__Stored data entries__:
══════
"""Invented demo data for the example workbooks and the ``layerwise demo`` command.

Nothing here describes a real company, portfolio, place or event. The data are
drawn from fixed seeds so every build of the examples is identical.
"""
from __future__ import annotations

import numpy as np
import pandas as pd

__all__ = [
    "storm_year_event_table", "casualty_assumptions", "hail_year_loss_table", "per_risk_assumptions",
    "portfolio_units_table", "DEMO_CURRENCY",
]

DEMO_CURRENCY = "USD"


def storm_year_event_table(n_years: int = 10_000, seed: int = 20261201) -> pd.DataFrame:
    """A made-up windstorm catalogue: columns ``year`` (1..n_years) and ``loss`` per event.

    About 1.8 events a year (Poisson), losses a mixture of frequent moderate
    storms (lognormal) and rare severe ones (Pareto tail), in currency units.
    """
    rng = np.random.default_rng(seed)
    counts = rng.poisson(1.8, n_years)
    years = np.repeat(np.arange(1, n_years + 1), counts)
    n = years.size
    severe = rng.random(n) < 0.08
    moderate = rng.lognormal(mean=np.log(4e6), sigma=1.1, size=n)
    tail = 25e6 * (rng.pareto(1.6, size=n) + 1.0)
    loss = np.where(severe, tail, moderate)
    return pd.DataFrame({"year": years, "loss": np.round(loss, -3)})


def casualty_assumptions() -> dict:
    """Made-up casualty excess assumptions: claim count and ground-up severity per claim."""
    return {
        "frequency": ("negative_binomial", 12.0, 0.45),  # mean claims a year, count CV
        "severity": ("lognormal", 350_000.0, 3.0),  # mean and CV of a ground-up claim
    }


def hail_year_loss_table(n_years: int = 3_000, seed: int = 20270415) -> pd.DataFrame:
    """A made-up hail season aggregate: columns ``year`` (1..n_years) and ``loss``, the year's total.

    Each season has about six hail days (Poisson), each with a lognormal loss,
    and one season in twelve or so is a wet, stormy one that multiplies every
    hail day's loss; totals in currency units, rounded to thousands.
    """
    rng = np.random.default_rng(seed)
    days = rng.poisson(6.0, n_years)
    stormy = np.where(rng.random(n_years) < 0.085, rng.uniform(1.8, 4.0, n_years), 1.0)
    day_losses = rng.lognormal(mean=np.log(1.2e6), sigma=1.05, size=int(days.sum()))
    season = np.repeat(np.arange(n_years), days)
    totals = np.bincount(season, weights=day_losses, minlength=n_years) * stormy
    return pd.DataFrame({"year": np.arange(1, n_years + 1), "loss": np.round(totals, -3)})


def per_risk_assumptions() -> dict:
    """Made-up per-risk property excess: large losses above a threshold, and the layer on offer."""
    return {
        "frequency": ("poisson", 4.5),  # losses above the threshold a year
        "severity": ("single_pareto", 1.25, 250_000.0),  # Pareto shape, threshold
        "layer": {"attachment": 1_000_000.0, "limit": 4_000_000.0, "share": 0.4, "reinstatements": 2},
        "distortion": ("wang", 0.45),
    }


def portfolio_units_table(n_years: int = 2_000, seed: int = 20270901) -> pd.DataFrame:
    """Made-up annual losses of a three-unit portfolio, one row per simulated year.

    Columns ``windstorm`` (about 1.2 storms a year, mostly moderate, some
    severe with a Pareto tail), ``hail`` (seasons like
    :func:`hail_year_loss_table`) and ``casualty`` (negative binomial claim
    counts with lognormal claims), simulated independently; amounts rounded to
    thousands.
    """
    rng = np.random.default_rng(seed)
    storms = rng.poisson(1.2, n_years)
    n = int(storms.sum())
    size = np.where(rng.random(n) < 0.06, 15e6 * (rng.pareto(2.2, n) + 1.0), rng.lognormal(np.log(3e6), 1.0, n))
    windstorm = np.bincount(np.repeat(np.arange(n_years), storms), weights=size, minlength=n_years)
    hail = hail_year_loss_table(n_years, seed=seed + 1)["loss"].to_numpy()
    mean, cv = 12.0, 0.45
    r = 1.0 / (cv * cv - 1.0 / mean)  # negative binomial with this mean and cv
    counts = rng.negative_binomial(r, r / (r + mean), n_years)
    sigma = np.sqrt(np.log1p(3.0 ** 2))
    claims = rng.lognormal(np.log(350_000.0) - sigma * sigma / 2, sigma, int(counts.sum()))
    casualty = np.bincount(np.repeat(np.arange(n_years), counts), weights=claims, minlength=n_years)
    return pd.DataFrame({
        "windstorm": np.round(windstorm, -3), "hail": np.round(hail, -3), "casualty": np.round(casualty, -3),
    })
══════
__TASK GOAL__:
Word for word, write out each record shown above.

__EXERCISE SOLUTION__:
"""Invented demo data for the example workbooks and the ``layerwise demo`` command.

Nothing here describes a real company, portfolio, place or event. The data are
drawn from fixed seeds so every build of the examples is identical.
"""
from __future__ import annotations

import numpy as np
import pandas as pd

__all__ = [
    "storm_year_event_table", "casualty_assumptions", "hail_year_loss_table", "per_risk_assumptions",
    "portfolio_units_table", "DEMO_CURRENCY",
]

DEMO_CURRENCY = "USD"


def storm_year_event_table(n_years: int = 10_000, seed: int = 20261201) -> pd.DataFrame:
    """A made-up windstorm catalogue: columns ``year`` (1..n_years) and ``loss`` per event.

    About 1.8 events a year (Poisson), losses a mixture of frequent moderate
    storms (lognormal) and rare severe ones (Pareto tail), in currency units.
    """
    rng = np.random.default_rng(seed)
    counts = rng.poisson(1.8, n_years)
    years = np.repeat(np.arange(1, n_years + 1), counts)
    n = years.size
    severe = rng.random(n) < 0.08
    moderate = rng.lognormal(mean=np.log(4e6), sigma=1.1, size=n)
    tail = 25e6 * (rng.pareto(1.6, size=n) + 1.0)
    loss = np.where(severe, tail, moderate)
    return pd.DataFrame({"year": years, "loss": np.round(loss, -3)})


def casualty_assumptions() -> dict:
    """Made-up casualty excess assumptions: claim count and ground-up severity per claim."""
    return {
        "frequency": ("negative_binomial", 12.0, 0.45),  # mean claims a year, count CV
        "severity": ("lognormal", 350_000.0, 3.0),  # mean and CV of a ground-up claim
    }


def hail_year_loss_table(n_years: int = 3_000, seed: int = 20270415) -> pd.DataFrame:
    """A made-up hail season aggregate: columns ``year`` (1..n_years) and ``loss``, the year's total.

    Each season has about six hail days (Poisson), each with a lognormal loss,
    and one season in twelve or so is a wet, stormy one that multiplies every
    hail day's loss; totals in currency units, rounded to thousands.
    """
    rng = np.random.default_rng(seed)
    days = rng.poisson(6.0, n_years)
    stormy = np.where(rng.random(n_years) < 0.085, rng.uniform(1.8, 4.0, n_years), 1.0)
    day_losses = rng.lognormal(mean=np.log(1.2e6), sigma=1.05, size=int(days.sum()))
    season = np.repeat(np.arange(n_years), days)
    totals = np.bincount(season, weights=day_losses, minlength=n_years) * stormy
    return pd.DataFrame({"year": np.arange(1, n_years + 1), "loss": np.round(totals, -3)})


def per_risk_assumptions() -> dict:
    """Made-up per-risk property excess: large losses above a threshold, and the layer on offer."""
    return {
        "frequency": ("poisson", 4.5),  # losses above the threshold a year
        "severity": ("single_pareto", 1.25, 250_000.0),  # Pareto shape, threshold
        "layer": {"attachment": 1_000_000.0, "limit": 4_000_000.0, "share": 0.4, "reinstatements": 2},
        "distortion": ("wang", 0.45),
    }


def portfolio_units_table(n_years: int = 2_000, seed: int = 20270901) -> pd.DataFrame:
    """Made-up annual losses of a three-unit portfolio, one row per simulated year.

    Columns ``windstorm`` (about 1.2 storms a year, mostly moderate, some
    severe with a Pareto tail), ``hail`` (seasons like
    :func:`hail_year_loss_table`) and ``casualty`` (negative binomial claim
    counts with lognormal claims), simulated independently; amounts rounded to
    thousands.
    """
    rng = np.random.default_rng(seed)
    storms = rng.poisson(1.2, n_years)
    n = int(storms.sum())
    size = np.where(rng.random(n) < 0.06, 15e6 * (rng.pareto(2.2, n) + 1.0), rng.lognormal(np.log(3e6), 1.0, n))
    windstorm = np.bincount(np.repeat(np.arange(n_years), storms), weights=size, minlength=n_years)
    hail = hail_year_loss_table(n_years, seed=seed + 1)["loss"].to_numpy()
    mean, cv = 12.0, 0.45
    r = 1.0 / (cv * cv - 1.0 / mean)  # negative binomial with this mean and cv
    counts = rng.negative_binomial(r, r / (r + mean), n_years)
    sigma = np.sqrt(np.log1p(3.0 ** 2))
    claims = rng.lognormal(np.log(350_000.0) - sigma * sigma / 2, sigma, int(counts.sum()))
    casualty = np.bincount(np.repeat(np.arange(n_years), counts), weights=claims, minlength=n_years)
    return pd.DataFrame({
        "windstorm": np.round(windstorm, -3), "hail": np.round(hail, -3), "casualty": np.round(casualty, -3),
    })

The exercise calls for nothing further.